# Meguires endurance



## Nally (May 30, 2012)

Hello this is my current tyre shine 
I've got about 1/3 of a bottle left and will be looking at others in the summer
But for now I just want to ask if anyone had tried it in a spray bottle ?
Am using a UFO pad ATM after my megs one has started falling apart


----------



## boyasaka (Jun 13, 2009)

I have used this for a few years and use a micro fibre cloth that i only use on my tyres. I never wash it and keep it in i little plastic zip bag.


----------



## Nally (May 30, 2012)

Thanks started this with revive same method ill try this what you think about the spray bottle ?


----------



## CTR De (Feb 10, 2011)

same here , i always use a tyre sponge with megs endurance but always leave it loaded with product for the next use as it save wasting product , although i would only do this with tyre gels 

i liked sv pneu but didnt seem to last very long 

i have just bought af tyre shine in a spray bottle and will review it on the next car i do :thumb:

ive tried loads , 3m cm ect but yet to find a really long term one but as the cars i do are everyday drivers its to be expected i suppose


----------



## gav1513 (Apr 16, 2009)

CTR De said:


> same here , i always use a tyre sponge with megs endurance but always leave it loaded with product for the next use as it save wasting product , although i would only do this with tyre gels
> 
> i liked sv pneu but didnt seem to last very long
> 
> ...


what about espuma rd50, ive heard thats long lasting, although a little pricey


----------



## Nally (May 30, 2012)

gav1513 said:


> what about espuma rd50, ive heard thats long lasting, although a little pricey


Tbh that's the one I am thinking of or t1


----------



## -Kev- (Oct 30, 2007)

meguiars do a spray version iirc..


----------



## Nally (May 30, 2012)

Just seen they sell endurance as a spray so ill try that may help it spread a bit better


----------



## Nally (May 30, 2012)

-Kev- said:


> meguiars do a spray version iirc..


Sorry did refesh page before posting thanks


----------



## shane_ctr (Dec 17, 2006)

Nally said:


> Just seen they sell endurance as a spray so ill try that may help it spread a bit better


Do not buy this unless its in the clear bottle, I bought the new version as hoped it was just a package change but its not the product is awfull, I've used it once so loads left, if you just want to give me money for postage you can have it.


----------



## Mk3Brick (May 24, 2012)

It's pants and goes everywhere if wind catches it.

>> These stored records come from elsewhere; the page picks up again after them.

"""The title block and the settings. PyYAML is the reference for what a field's text is; its BaseLoader keeps all as text."""

from __future__ import annotations

import subprocess
import sys
from fractions import Fraction

import pytest
import yaml
from hypothesis import given, settings
from hypothesis import strategies as st

from calccheck.document import Block
from calccheck.model import Finding, Settings
from calccheck.read.markdown import read_page
from calccheck.read.settings import SERIES, SettingFault, read_repo_settings
from calccheck.read.titleblock import read_titleblock
from calccheck.source import Sheet, Span, whole


def front_of(text: str) -> tuple[Sheet, Block]:
    """Front matter that holds this text; its first line is line 2 of the sheet."""
    sheet = Sheet("sheet.md", f"---\n{text}\n---\n")
    lines, offset = [], 4
    for line in text.split("\n"):
        lines.append(whole(line, offset))
        offset += len(line) + 1
    return sheet, Block("front matter", Span(0, len(sheet.text)), lines=tuple(lines))


def title(text: str) -> dict[str, str]:
    fields, _, findings = read_titleblock(front_of(text)[1], Settings())
    assert findings == ()
    return fields


def trouble(text: str) -> tuple[Finding, tuple[int, int], str]:
    """The one finding, its line and column in the sheet, and the text under it."""
    sheet, front = front_of(text)
    _, _, (finding,) = read_titleblock(front, Settings())
    return finding, sheet.line_column(finding.span.start), sheet.text[finding.span.start : finding.span.end]


# --- fields ---------------------------------------------------------------------------------------------------------


def test_a_sheet_without_front_matter() -> None:
    repository = Settings(carry=Fraction(1, 100))
    assert read_titleblock(None, repository) == ({}, repository, ())


def test_the_title_block_of_a_page() -> None:
    page = read_page(
        "---\nproject: Gannet Skerry tide station\nsheet: TS-101\nrevision: B\ndate: 2026-11-18\n---\n\n# Bus\n"
    )
    fields, found, findings = read_titleblock(page[0], Settings())
    assert list(fields.items()) == [
        ("project", "Gannet Skerry tide station"), ("sheet", "TS-101"), ("revision", "B"), ("date", "2026-11-18"),
    ]  # fmt: skip
    assert (found, findings) == (Settings(), ())


@pytest.mark.parametrize(
    ("text", "value"),
    [
        ("revision: 010", "010"), ("revision: 1.10", "1.10"), ("revision: 1e3", "1e3"), ("date: 2026-11-18", "2026-11-18"),
        ("time: 12:30:45", "12:30:45"), ("by: no", "no"), ("by: null", "null"), ("by: ~", "~"), ("by:", ""), ("by: 'QD'", "QD"),
        ('by: "Q: D"', "Q: D"), ("hazard: 48 V # on the rail", "48 V"), ("by: !!python/object:os.system ls", "ls"),
        ("by: [QD, AB]", "QD, AB"), ("by:\n- QD\n- AB", "QD, AB"), ("checked:\n  by: AB\n  date: 010", "by: AB; date: 010"),
        ("note: >\n  two\n  lines", "two lines"), ("note: two\n  lines", "two lines"), ("ü: Müller – Straße", "Müller – Straße"),
        ("limit: 5 % ± 1", "5 % ± 1"), ("a b: c", "c"),
    ],
)  # fmt: skip
def test_values_stay_as_written(text: str, value: str) -> None:
    assert list(title(text).values()) == [value]


@pytest.mark.parametrize("text", ["", "# only a remark", "\n\n"])
def test_no_fields(text: str) -> None:
    assert title(text) == {}


@pytest.mark.parametrize(
    ("text", "place", "under", "says"),
    [
        ("project: x\nproject: y", (3, 1), "project", "the field project stands twice"),
        ("a:\n  b: 1\n  b: 2", (4, 3), "b", "the field b stands twice"),
        ("a: &x [1, 2]\nb: *x", (3, 4), "*x", "not referred to by *"),
        ("- a\n- b", (2, 1), "- a\n- b", "made of fields"),
        ("just words", (2, 1), "just words", "made of fields"),
        ("a: b: c", (2, 5), ":", "no YAML"),
        ("ok: x\nx: [1", (3, 5), "1", "no YAML"),
        ("a: b\n--- c", (3, 1), "-", "one document"),
        ("? [a]\n: b", (2, 3), "[", "a field's name is plain text"),
        ("a: x\x07", (2, 5), "\x07", "U+0007"),
        ("a: " + "[" * 50 + "]" * 50, (2, 24), "[", "deeper than 20"),
    ],
)  # fmt: skip
def test_front_matter_that_cannot_be_read(text: str, place: tuple[int, int], under: str, says: str) -> None:
    finding, where, shown = trouble(text)
    assert (finding.kind, finding.severity, where) == ("front-matter", "error", place)
    assert shown.startswith(under)
    assert says in finding.message


def test_front_matter_beyond_all_measure() -> None:
    finding, _, _ = trouble("x: '" + "a" * 70_000 + "'")
    assert "longer than 65536" in finding.message


def test_a_bomb_of_aliases_is_refused_at_the_first() -> None:
    rungs = ["a0: &a0 [x, x, x, x, x, x, x, x, x]"] + [
        f"a{i}: &a{i} [{', '.join([f'*a{i - 1}'] * 9)}]" for i in range(1, 30)
    ]
    finding, where, _ = trouble("\n".join(rungs))
    assert ("not referred to" in finding.message, where) == (True, (3, 10))


def test_nothing_of_the_title_is_kept_from_front_matter_that_cannot_be_read() -> None:
    fields, found, findings = read_titleblock(front_of("sheet: A\ncheck:\n  carry: 1 %\nsheet: B")[1], Settings())
    assert (fields, found, len(findings)) == ({}, Settings(), 1)


# --- settings -------------------------------------------------------------------------------------------------------


def test_settings_of_a_sheet_stand_over_those_of_the_repository() -> None:
    text = "sheet: A\ncheck:\n  carry: 1 %\n  preferred: E24\n  derate: 0.8\n  frequency: 50 Hz\n  phasors: peak"
    fields, found, findings = read_titleblock(front_of(text)[1], Settings(approx=Fraction(1, 10)))
    assert findings == ()
    assert fields == {"sheet": "A"}
    assert found == Settings(Fraction(1, 100), Fraction(1, 10), "peak", Fraction(4, 5), "E24", "50 Hz")


@pytest.mark.parametrize(
    ("key", "text", "value"),
    [("carry", "0.5 %", Fraction(1, 200)), ("carry", "0.005", Fraction(1, 200)), ("approx", "5%", Fraction(1, 20)), ("carry", "0", 0),
     ("derate", "80 %", Fraction(4, 5)), ("derate", "1.0", 1), ("preferred", "none", ""), ("preferred", "E96", "E96"),
     ("phasors", "rms", "rms"), ("frequency", "1.5 kHz", "1.5 kHz")],
)  # fmt: skip
def test_values_of_settings(key: str, text: str, value: object) -> None:
    _, found, findings = read_titleblock(front_of(f"check:\n  {key}: {text}")[1], Settings())
    assert (getattr(found, key), findings) == (value, ())
    assert getattr(read_repo_settings({key: text}), key) == value


@pytest.mark.parametrize(
    ("lines", "place", "under", "says"),
    [
        ("  aprox: 5 %", (3, 3), "aprox: 5 %", "there is no setting aprox; is approx meant?"),
        ("  zzz: 5 %", (3, 3), "zzz: 5 %", "known are carry, approx"),
        ("  carry: 5", (3, 3), "carry: 5", "carry is a percentage such as 0.5 %"),
        ("  carry: 100 %", (3, 3), "carry: 100 %", "below 100 %"),
        ("  carry: −1 %", (3, 3), "carry: −1 %", "not −1 %"),
        ("  carry: 0,5 %", (3, 3), "carry: 0,5 %", "not 0,5 %"),
        ("  approx: 5 %\n  derate: 2", (4, 3), "derate: 2", "above 0 and up to 1"),
        ("  derate: 0", (3, 3), "derate: 0", "above 0 and up to 1"),
        ("  phasors: top", (3, 3), "phasors: top", "rms or peak"),
        ("  preferred: E25", (3, 3), "preferred: E25", "IEC 60063"),
        ("  frequency: 50", (3, 3), "frequency: 50", "such as 50 Hz"),
        ("  carry: [1 %]", (3, 3), "carry: [1 %", "one value, not several"),
    ],
)
def test_settings_that_cannot_be_set(lines: str, place: tuple[int, int], under: str, says: str) -> None:
    finding, where, shown = trouble(f"check:\n{lines}")
    assert (finding.kind, finding.severity, where) == ("setting", "error", place)
    assert shown.startswith(under)
    assert says in finding.message


@pytest.mark.parametrize("text", ["check: strict", "check:", "check: [carry]"])
def test_settings_are_a_mapping(text: str) -> None:
    assert trouble(text)[0].kind == "setting"


def test_a_good_setting_holds_beside_a_bad_one() -> None:
    _, found, findings = read_titleblock(front_of("check:\n  derate: 7\n  carry: 1 %")[1], Settings())
    assert (found.carry, len(findings)) == (Fraction(1, 100), 1)


def test_settings_of_a_repository() -> None:
    assert read_repo_settings({}) == Settings()
    assert read_repo_settings({"carry": 0.005, "derate": 1}) == Settings()
    assert read_repo_settings({"carry": 0.01}).carry == Fraction(1, 100)
    for table in ({"cary": "1 %"}, {"carry": True}, {"carry": [1]}, {"carry": "much"}, {"carry": 7}):
        with pytest.raises(SettingFault, match="carry"):
            read_repo_settings(table)


def test_the_series_are_those_of_the_standard() -> None:
    """IEC 60063:2015, from memory: 3, 6, 12, 24, 48, 96 and 192 values a decade."""
    assert [int(s[1:]) for s in SERIES] == [3 * 2**k for k in range(7)]


# --- against PyYAML -------------------------------------------------------------------------------------------------

KEYS = st.text("abcxyzABC019_- ", min_size=1, max_size=8)
VALUES = st.text("abcXYZ019 ,.;()/+%&°–—-_'\":#[]{}&*!|>?@~`=<ü\t\u00a0\u2028\x85\ufeff", max_size=14)
LINES = st.tuples(KEYS, st.sampled_from([":", ": ", ":  ", " : ", "", ":\t"]), VALUES).map("".join)


# The loader that is there: libyaml's and Python's differ in what they let a tab do, in nothing else that matters here.
LOADER = getattr(yaml, "CBaseLoader", yaml.BaseLoader)


def by_pyyaml(text: str) -> object:
    try:
        return yaml.load(text, Loader=LOADER)
    except yaml.YAMLError:
        return None


@given(st.lists(LINES, min_size=1, max_size=4).map("\n".join))
@settings(max_examples=400, deadline=None)
def test_every_field_reads_as_pyyaml_reads_it(text: str) -> None:
    """The shortcut for plain fields and the full reading alike; what PyYAML refuses, or would drop, is told."""
    fields, _, findings = read_titleblock(front_of(text)[1], Settings())
    expected = by_pyyaml(text)
    if not findings:
        flat = {k: v for k, v in (expected or {}).items() if isinstance(v, str)}
        assert {k: v for k, v in fields.items() if k in flat} == flat
        assert set(fields) == set(expected or {})
    elif "twice" not in findings[0].message and "*" not in findings[0].message and "name is" not in findings[0].message:
        assert not isinstance(expected, dict), findings


PLAIN = st.text("abcXYZ019 ,.;()/+%&°–—-_ü", max_size=12)


@given(st.dictionaries(st.text("abcxyz019_", min_size=1, max_size=6), PLAIN, min_size=1, max_size=5))
@settings(max_examples=300, deadline=None)
def test_plain_fields_read_as_pyyaml_reads_them(fields: dict[str, str]) -> None:
    text = "\n".join(f"{key}: {value}" for key, value in fields.items())
    expected = by_pyyaml(text)
    found, _, findings = read_titleblock(front_of(text)[1], Settings())
    if isinstance(expected, dict) and all(isinstance(v, str) for v in expected.values()) and "check" not in expected:
        assert (found, findings) == (expected, ())


@given(st.text(max_size=60))
@settings(max_examples=200, deadline=None)
def test_any_text_is_read_or_told(text: str) -> None:
    text = text.replace("\r", " ")
    sheet, front = front_of(text)
    _, _, findings = read_titleblock(front, Settings())
    for finding in findings:
        assert 0 <= finding.span.start <= finding.span.end <= len(sheet.text)


def test_plain_fields_do_not_load_yaml() -> None:
    """A run over plain title blocks stays quick: the library is loaded only for more than plain fields."""
    program = (
        "import sys; from calccheck.read.titleblock import read_titleblock; from calccheck.document import Block;"
        "from calccheck.source import Span, whole; from calccheck.model import Settings;"
        "lines = (whole('sheet: TS-101'), whole('date: 2026-11-18'));"
        "print(read_titleblock(Block('front matter', Span(0, 9), lines=lines), Settings())[0], 'yaml' in sys.modules)"
    )
    said = subprocess.run([sys.executable, "-c", program], capture_output=True, text=True, check=True).stdout
    assert said == "{'sheet': 'TS-101', 'date': '2026-11-18'} False\n"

Not worth the hassle in my opinion ill stick to the gel and apply with an old MF.


----------



## Nally (May 30, 2012)

shane_ctr said:


> Do not buy this unless its in the clear bottle, I bought the new version as hoped it was just a package change but its not the product is awfull, I've used it once so loads left, if you just want to give me money for postage you can have it.


Don't need it love what I currently use just wanted to see if I could spray it on to help spread even


----------